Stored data

┄┄┄┄┄┄

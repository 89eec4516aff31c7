import { answer, type Answer, type Basis } from '../units/answer';
import { checkNumber } from '../units/check-number';
import { formatQuantity } from '../units/format-quantity';
import { firstRefusal, ok, refused, type Result } from '../units/result';
import { INDUCTANCE_RULE } from './rules';

/** A sheet or strip line that carries the current of a gap. */
export interface Feed {
  readonly sheet_H: number;
  /** One-way transit. */
  readonly transit_s: number;
}

/**
 * Whether a circuit of lumped parts may stand for a sheet on a gap (physics L). `loop_H` is the inductance it has to be
 * given; with `steps` the true wave shape has steps of twice the transit; with `travelling` no circuit of lumped parts
 * gives the peak or the rise.
 */
export type LumpedVerdict = Basis & { readonly share: Answer } & (
    | {
        readonly type: 'lumped' | 'steps';
        readonly loop_H: number;
        /** The same with its band: what a third of the sheet gets wrong against the exact ring. */
        readonly loop: Answer;
        readonly words: string;
      }
    | { readonly type: 'travelling'; readonly words: string }
  );

const MODEL = 'Inductance of the sheet against its gap, rise against twice the transit';
const VALID = 'current along one direction of the sheet, one gap';

/** A sheet under this share of the gap\u2019s inductance does not show. */
const HIDDEN_SHARE = 0.1;
const LARGEST_SHARE = 1;
/** Open-ended line shorted at the other end: what its inductance counts for at the lowest ring. */
const SHEET_COUNTS = 1 / 3;

/**
 * Judges a sheet against the rest of its loop. `rise_s` is the rise that is wanted, or that a circuit came out with;
 * null where there is none yet.
 */
export function lumpedVerdict(
  gap_H: number,
  { sheet_H, transit_s }: Feed,
  rise_s: number | null = null,
): Result<LumpedVerdict> {
  const bad = firstRefusal([
    checkNumber(gap_H, { ...INDUCTANCE_RULE, field: 'gap_H', name: 'Inductance of the gap' }),
    checkNumber(sheet_H, { ...INDUCTANCE_RULE, field: 'sheet_H', name: 'Inductance of the sheet', min: 0 }),
    checkNumber(transit_s, { field: 'transit_s', name: 'Transit', unit: 's', min: 0, max: 1e-3 }),
    rise_s === null
      ? ok(0)
      : checkNumber(rise_s, { field: 'rise_s', name: 'Rise', unit: 's', min: 0, max: 1 }),
  ]);
  if (bad !== undefined) return refused(bad);
  const share = answer({
    value: sheet_H / gap_H,
    unit: '1',
    relative: 0.3,
    model: 'Inductance of the sheet over the gap\u2019s',
    valid: 'real straps within 30\u2009%',
  });
  const basis = { share, model: MODEL, valid: VALID, warnings: [] };
  const steps = `steps of ${formatQuantity(2e9 * transit_s, 'ns', { digits: { significant: 2 }, rounding: 'nearest' })}`;
  if (sheet_H > LARGEST_SHARE * gap_H) {
    return ok({
      ...basis,
      type: 'travelling',
      words: `The sheet has more inductance than its gap: waves run on it in ${steps}, and no circuit of lumped parts gives the peak or the rise.`,
    });
  }
  if (rise_s !== null && rise_s < 2 * transit_s) {
    return ok({
      ...basis,
      type: 'travelling',
      words: `The rise is shorter than twice the transit: waves run on the sheet in ${steps}, and no circuit of lumped parts gives the peak or the rise.`,
    });
  }
  const loop_H = gap_H + SHEET_COUNTS * sheet_H;
  if (sheet_H > HIDDEN_SHARE * gap_H) {
    return ok({
      ...basis,
      type: 'steps',
      loop_H,
      loop: loopAnswer(loop_H, 0.014),
      warnings: [{ type: 'steps', words: `The true wave shape has ${steps}.` }],
      words: `The sheet counts with a third of its inductance; the true wave shape has ${steps}.`,
    });
  }
  return ok({
    ...basis,
    type: 'lumped',
    loop_H,
    loop: loopAnswer(loop_H, 3e-4),
    words: 'The sheet is small against its gap: lumped parts stand for it.',
  });
}

/** The verdict for a loop that no sheet belongs to. */
export function withoutSheet(gap_H: number): LumpedVerdict {
  const share = answer({ value: 0, unit: '1', relative: 0, model: MODEL, valid: 'no sheet in the loop' });
  const loop = { ...loopAnswer(gap_H, 0), model: 'Gap alone' };
  return { type: 'lumped', loop_H: gap_H, loop, share, words: '', model: MODEL, valid: VALID, warnings: [] };
}

/** The ring goes with the root of the inductance: 0.7 % of it at equal inductances, 0.011 % at a tenth (physics L). */
function loopAnswer(value: number, relative: number): Answer {
  return answer({ value, unit: 'H', relative, model: 'Gap and a third of the sheet', valid: VALID });
}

┄┄┄┄┄┄

**TASK OBJECTIVE:**
Using the data above, return every line that contains the string "from".

**SOLUTION:**
import { answer, type Answer, type Basis } from '../units/answer';
import { checkNumber } from '../units/check-number';
import { formatQuantity } from '../units/format-quantity';
import { firstRefusal, ok, refused, type Result } from '../units/result';
import { INDUCTANCE_RULE } from './rules';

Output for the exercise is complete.